Fotomuseum Winterthur | Friday, 09.11.2001 – Sunday, 06.01.2002

Dunja Evers – Constellations

Colors beckon. Dark colors attract, suck in and absorb, lighter colors radiate and give out. Cadmium red, cobalt blue, sunflower yellow, lilac, violet, green-yellow, blue-red, red-red. They are patches of color in small formats between 20 x 30 cm and 50 x 70 cm, with albumen glazing colors are applied layer by layer, wet in wet, rubbed in by hand, leaving no trace of any recognizable style. Most of them are monochrome; the early portraits in darkish, broken colors, the later ones enlightened, radiant, and the most recent series vivid, vitriolic, artificial and fluorescent. The patches of color are backed by thin aluminium and mounted on the wall with no distance between them. From afar, they look as if they were inserted in the wall, like rectangular murals.

But color is only one aspect of these images, and it is actually the last element to be applied, the finishing touch. Nevertheless, it is the first thing that catches the eye. There are symbols generated by photographic and cinematographic means beneath the colors, signs and signals that look like flaws in the colors, eye-irritating irregularities that we may try to eliminate by blinking. As we approach more closely, however, a silhouette emerges from among the mists, contours and figurations, clearer and more definite in some images than in others, and stronger or weaker according to where we are standing. The contour of a face, perhaps, full-face or half-profile, a landscape with a horizon, or a detail of furrows and undulations in the ground, the architecture of an archway or a row of columns; and the deeper the underlying black, the stronger the lines and the graphic elements of the image, lending it a painterly and tectonic aspect.

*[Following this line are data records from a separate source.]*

Kriging with measurement error
------------------------------
The data are :math:`Z_i = Y(\\mathbf s_i) + \\varepsilon_i` with a second-order
stationary signal :math:`Y` of semivariogram :math:`\\gamma` and independent
measurement errors of known variance :math:`e_i`. The nugget of :math:`\\gamma`
is micro-scale variation of the signal (honoured at data without error), the
:math:`e_i` are measurement error, the split of [Cressie 1993, s. 3.2.1]
(:math:`c_0 = c_{MS} + c_{ME}`). Ordinary kriging of the signal at
:math:`\\mathbf s_0` with weights :math:`\\lambda` and Lagrange multiplier
:math:`\\mu` solves

.. math::

    \\sum_j \\lambda_j \\left[\\gamma(\\mathbf s_i - \\mathbf s_j)
        - e_i \\delta_{ij}\\right] + \\mu = \\gamma(\\mathbf s_i - \\mathbf s_0),
    \\qquad \\sum_j \\lambda_j = 1,

with :math:`\\gamma(0) = 0`, and the kriging variance (mean squared error of
:math:`\\hat Y(\\mathbf s_0)` for :math:`Y(\\mathbf s_0)`) is

.. math::

    \\sigma_K^2(\\mathbf s_0) = \\sum_i \\lambda_i\\, \\gamma(\\mathbf s_i - \\mathbf s_0) + \\mu .

This is the covariance form :math:`(C + \\mathrm{diag}(e))\\lambda + m\\mathbf 1 = \\mathbf c_0`
written with :math:`C(h) = c_0 + c - \\gamma(h)`. With all :math:`e_i = 0` it is
ordinary kriging ([Journel & Huijbregts 1978], [Cressie 1993, eq. 3.2.12]) and
honours every datum exactly; a datum with :math:`e_i > 0` is smoothed, and the
variance at its location is between 0 and :math:`e_i`.

References
----------
[Cressie 1985] Cressie, N. (1985). Fitting variogram models by weighted least
    squares. Mathematical Geology 17(5), 563-586.
[Cressie 1993] Cressie, N. (1993). Statistics for Spatial Data, revised ed.
    Wiley. s. 2.4 (variogram estimation), s. 3.2 (ordinary kriging, measurement
    error in s. 3.2.1).
[Journel & Huijbregts 1978] Journel, A. G. & Huijbregts, C. J. (1978). Mining
    Geostatistics. Academic Press. ch. II (variogram models), ch. V (kriging).
[Matheron 1962] Matheron, G. (1962). Traite de geostatistique appliquee, tome I.
    Technip. (the classical semivariogram estimator).
[Dubrule 1983] Dubrule, O. (1983). Cross validation of kriging in a unique
    neighborhood. Mathematical Geology 15(6), 687-699.
[Duchon 1977] Duchon, J. (1977). Splines minimizing rotation-invariant
    semi-norms in Sobolev spaces. Springer, LNM vol. 571, 85-100.
[Wahba 1990] Wahba, G. (1990). Spline Models for Observational Data. SIAM.
[Gneiting & Raftery 2007] Gneiting, T. & Raftery, A. E. (2007). Strictly proper
    scoring rules, prediction, and estimation. JASA 102(477), 359-378.
"""

from __future__ import annotations

import math
import os
import threading
from concurrent.futures import ThreadPoolExecutor
from dataclasses import dataclass

import numpy as np
from scipy.optimize import least_squares
from scipy.spatial import cKDTree

from ..errors import InversionError
from ..grid import GridSpec
from ..progress import NullProgress, check_cancel

__all__ = [
    "VARIOGRAM_MODELS",
    "CrossValidation",
    "ExperimentalVariogram",
    "GridSpec",
    "OrdinaryKriging",
    "SurfaceGrid",
    "ThinPlateSpline",
    "VariogramModel",
    "choose_variogram",
    "cross_validate",
    "default_max_distance",
    "experimental_variogram",
    "fit_variogram",
    "interpolate_surface",
]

The German artist Dunja Evers (born 1963, lives in Düsseldorf) makes her pictures by isolating 1-2 seconds or 24-48 pictures of her own or other Super-8 films. Using long exposures, she allows the movement of the film, the succession of individual images, to crystallize on, or “burn into”, the negative, thereby documenting not a quality or an unchangeable condition but a movement, a succession, a flow of symbols, dissolving the insoluble. And this image of flux is then “immersed in a bath of color”.

Dunja Evers’ pictures, in all their aspects, are fascinating hermaphrodites. They are both paintings and photographs, figurations and abstract planar painting, hybrid entities. They have an element of hovering visual ambiguity, a feeling of presentiment, of searching and not knowing. The portraits and the landscapes, although created by the same technique, make quite dissimilar impressions. But the melting and merging of figures and background, of photographic symbols and painting, is present in all Dunja Evers’ work. In all of it, detail is largely erased and eliminated so that only the essential forms and structures remain, the structures of passing and incised time in the portraits (the subjects of most of the portraits are elderly), and the structures of expanded, opened-up space in the landscapes.

The pictures take their effect not from having been cut out from reality like most photographs, but from addition, construction, from the total integration of the image into the chosen format. Allusions to reality are reduced to a minimum in favor of iconic, symbolic visual qualities that engender a realm of meaning between presentiment and knowledge, between the conscious and the unconscious, between focus and digression, reality and fiction, plane and figure – a lyrical, in-between area, a world in flux: icons of transit and of crossing boundaries.

The exhibition was curated by Stefan Gronert and Urs Stahel. A cooperation with the Kunstmuseum Bonn.